DATA EXTRACT
/**
 * How far a station sees over water, by bearing: `firstBlockMetres[i]` is the distance along the great circle that
 * leaves the station on bearing `i * stepDegrees` (clockwise from true north) to the first land that blocks it, and
 * Infinity where none does within half the Earth's girth.
 */
export interface SightTable {
  readonly stepDegrees: number;
  readonly firstBlockMetres: Float64Array;
}
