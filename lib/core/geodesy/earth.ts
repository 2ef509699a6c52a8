/** Mean radius of the WGS84 ellipsoid, (2a + b) / 3 (m), for what is worked out on a sphere. */
export const MEAN_RADIUS_METRES = 6_371_008.8;

/**
 * Half the length of a meridian ellipse of WGS84 (m), the distance from pole to pole: no two points lie further apart
 * along a geodesic. Twice the quadrant of 10 001 965.7293 m, rounded up so that no distance exceeds it.
 * [source: karney-2013]
 */
export const HALF_GIRTH_METRES = 20_003_931.4587;
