import { MEAN_RADIUS_METRES } from "./earth.ts";

/**
 * How far a station sees over water, by bearing: `firstBlockMetres[i]` is the distance along the great circle that
 * leaves the station on bearing `i * stepDegrees` (clockwise from true north) to the first land that blocks it, and
 * Infinity where none does within half the Earth's girth.
 */
export interface SightTable {
  readonly stepDegrees: number;
  readonly firstBlockMetres: Float64Array;
}

/** A disc about a candidate source, from the station: `bearingDegrees` is the heading on which the way leaves it. */
export interface SightedDisc {
  readonly table: SightTable;
  readonly bearingDegrees: number;
  readonly distanceMetres: number;
  readonly discRadiusMetres: number;
}

const DEGREE = Math.PI / 180;

/**
 * Fraction, 0 to 1, of a disc's area that a station sees: each of the table's bearings that the disc subtends carries
 * the part of the disc along it. Right also where the disc holds the station or its antipode, which every bearing
 * meets. On the mean sphere.
 *   (1)  sin beta = sin rho / sin delta           half the angle subtended, delta distance and rho radius as arcs
 *   (2)  tan m = tan delta cos phi                middle of the chord on a bearing phi off the centre's
 *   (3)  cos h = cos rho / sqrt(1 - sin^2 delta sin^2 phi)      half the chord
 *   (4)  cos(m - h) - cos(m + h)                  its weight: the area of the sphere between two bearings
 */
export function visibleFraction({ table, bearingDegrees, distanceMetres, discRadiusMetres }: SightedDisc): number {
  const { stepDegrees, firstBlockMetres } = table;
  const count = firstBlockMetres.length;
  const delta = Math.min(distanceMetres / MEAN_RADIUS_METRES, Math.PI);
  const rho = discRadiusMetres / MEAN_RADIUS_METRES;
  const ratio = Math.sin(rho) / Math.sin(delta);
  const halfTurn = ratio < 1 ? Math.asin(ratio) / DEGREE : 180; // (1)
  let first = Math.ceil((bearingDegrees - halfTurn) / stepDegrees);
  let last = Math.floor((bearingDegrees + halfTurn) / stepDegrees);
  if (last < first) first = last = Math.round(bearingDegrees / stepDegrees); // a disc between two bearings
  last = Math.min(last, first + count - 1);

  let nearest = Infinity;
  let farthest = 0;
  for (let index = first; index <= last; index += 1) {
    const block = firstBlockMetres[(index + 2 * count) % count] ?? NaN;
    if (block < nearest) nearest = block;
    if (block > farthest) farthest = block;
  }
  if (nearest >= distanceMetres + discRadiusMetres || nearest === Infinity) return 1;
  if (farthest <= distanceMetres - discRadiusMetres) return 0;
  return weighedFraction({ table, bearingDegrees, delta, rho, first, last });
}

/** The fraction of a disc that is in sight in part, over the bearings from `first` to `last`. */
function weighedFraction(disc: {
  table: SightTable;
  bearingDegrees: number;
  delta: number;
  rho: number;
  first: number;
  last: number;
}): number {
  const { stepDegrees, firstBlockMetres } = disc.table;
  const count = firstBlockMetres.length;
  const sinDelta = Math.sin(disc.delta);
  const cosDelta = Math.cos(disc.delta);
  const cosRho = Math.cos(disc.rho);
  let seen = 0;
  let all = 0;
  for (let index = disc.first; index <= disc.last; index += 1) {
    const phi = (index * stepDegrees - disc.bearingDegrees) * DEGREE;
    const sinOff = sinDelta * Math.sin(phi);
    const turned = Math.atan2(sinDelta * Math.cos(phi), cosDelta);
    const middle = turned < -Math.PI / 2 ? turned + 2 * Math.PI : turned; // (2); past the antipode
    const half = Math.acos(Math.min(1, cosRho / Math.sqrt(1 - sinOff * sinOff))); // (3)
    const near = Math.max(0, middle - half);
    const far = Math.min(Math.PI, middle + half);
    if (far <= near) continue;
    const block = (firstBlockMetres[(index + 2 * count) % count] ?? NaN) / MEAN_RADIUS_METRES;
    const seenTo = Math.min(far, block);
    all += Math.cos(near) - Math.cos(far); // (4)
    if (seenTo > near) seen += Math.cos(near) - Math.cos(seenTo);
  }
  return all > 0 ? seen / all : seenAtCentre(disc);
}

/** For a disc so small that no bearing of the table cuts it: whether its centre is in sight. */
function seenAtCentre(disc: { table: SightTable; delta: number; first: number }): number {
  const { firstBlockMetres } = disc.table;
  const count = firstBlockMetres.length;
  const block = firstBlockMetres[(disc.first + 2 * count) % count] ?? NaN;
  return block >= disc.delta * MEAN_RADIUS_METRES ? 1 : 0;
}
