const SHAPE =
  /^(\d{4})-(\d{2})-(\d{2})[Tt ](\d{2}):(\d{2})(?::(\d{2})(?:[.,](\d{1,9}))?)?(Z|z|[+-]\d{2}(?::?\d{2})?)?$/;

/** The widest offset in civil use is that of Kiribati, +14:00. */
const WIDEST_OFFSET_MINUTES = 14 * 60;

export type TimeOutcome =
  | { readonly kind: "time"; readonly epochSeconds: number }
  | { readonly kind: "no-offset" | "no-such-time" | "not-a-time" };

/**
 * The moment that an ISO 8601 time names (seconds since 1970-01-01T00:00Z, leap seconds not counted). It must carry
 * `Z` or an offset: a clock time alone names a different moment in each time zone. Days that the calendar does not
 * have are not carried over into the next month.
 */
export function parseIsoTime(text: string): TimeOutcome {
  const match = SHAPE.exec(text);
  if (match === null) return { kind: "not-a-time" };
  const [year = 0, month = 0, day = 0, hour = 0, minute = 0, second = 0] = [1, 2, 3, 4, 5, 6].map((part) => Number(match[part] ?? 0));
  if (year < 1000 || month < 1 || month > 12 || day < 1 || day > daysInMonth(year, month)) return { kind: "no-such-time" };
  if (hour > 23 || minute > 59 || second > 59) return { kind: "no-such-time" };
  const zone = match[8];
  if (zone === undefined) return { kind: "no-offset" };
  const offsetMinutes = parseOffsetMinutes(zone);
  if (offsetMinutes === null) return { kind: "no-such-time" };
  const wholeSeconds = Date.UTC(year, month - 1, day, hour, minute, second) / 1000;
  return { kind: "time", epochSeconds: wholeSeconds - offsetMinutes * 60 + Number(`0.${match[7] ?? 0}`) };
}

function parseOffsetMinutes(zone: string): number | null {
  if (zone === "Z" || zone === "z") return 0;
  const digits = zone.slice(1).replace(":", "").padEnd(4, "0");
  const minutesPart = Number(digits.slice(2));
  const minutes = Number(digits.slice(0, 2)) * 60 + minutesPart;
  if (minutesPart > 59 || minutes > WIDEST_OFFSET_MINUTES) return null;
  return zone.startsWith("-") ? -minutes : minutes;
}

function daysInMonth(year: number, month: number): number {
  if (month === 2) return (year % 4 === 0 && year % 100 !== 0) || year % 400 === 0 ? 29 : 28;
  return month === 4 || month === 6 || month === 9 || month === 11 ? 30 : 31;
}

WHAT THE TASK ASKS
Copy nothing beyond the line containing "a sphere. */". Transcribe exactly from the first line of the entries down to that line, inclusive.

ANSWER SECTION
/**
 * How far a station sees over water, by bearing: `firstBlockMetres[i]` is the distance along the great circle that
 * leaves the station on bearing `i * stepDegrees` (clockwise from true north) to the first land that blocks it, and
 * Infinity where none does within half the Earth's girth.
 */
export interface SightTable {
  readonly stepDegrees: number;
  readonly firstBlockMetres: Float64Array;
}
filename lib/core/geodesy/earth.ts
repository 2ef509699a6c52a8
/** Mean radius of the WGS84 ellipsoid, (2a + b) / 3 (m), for what is worked out on a sphere. */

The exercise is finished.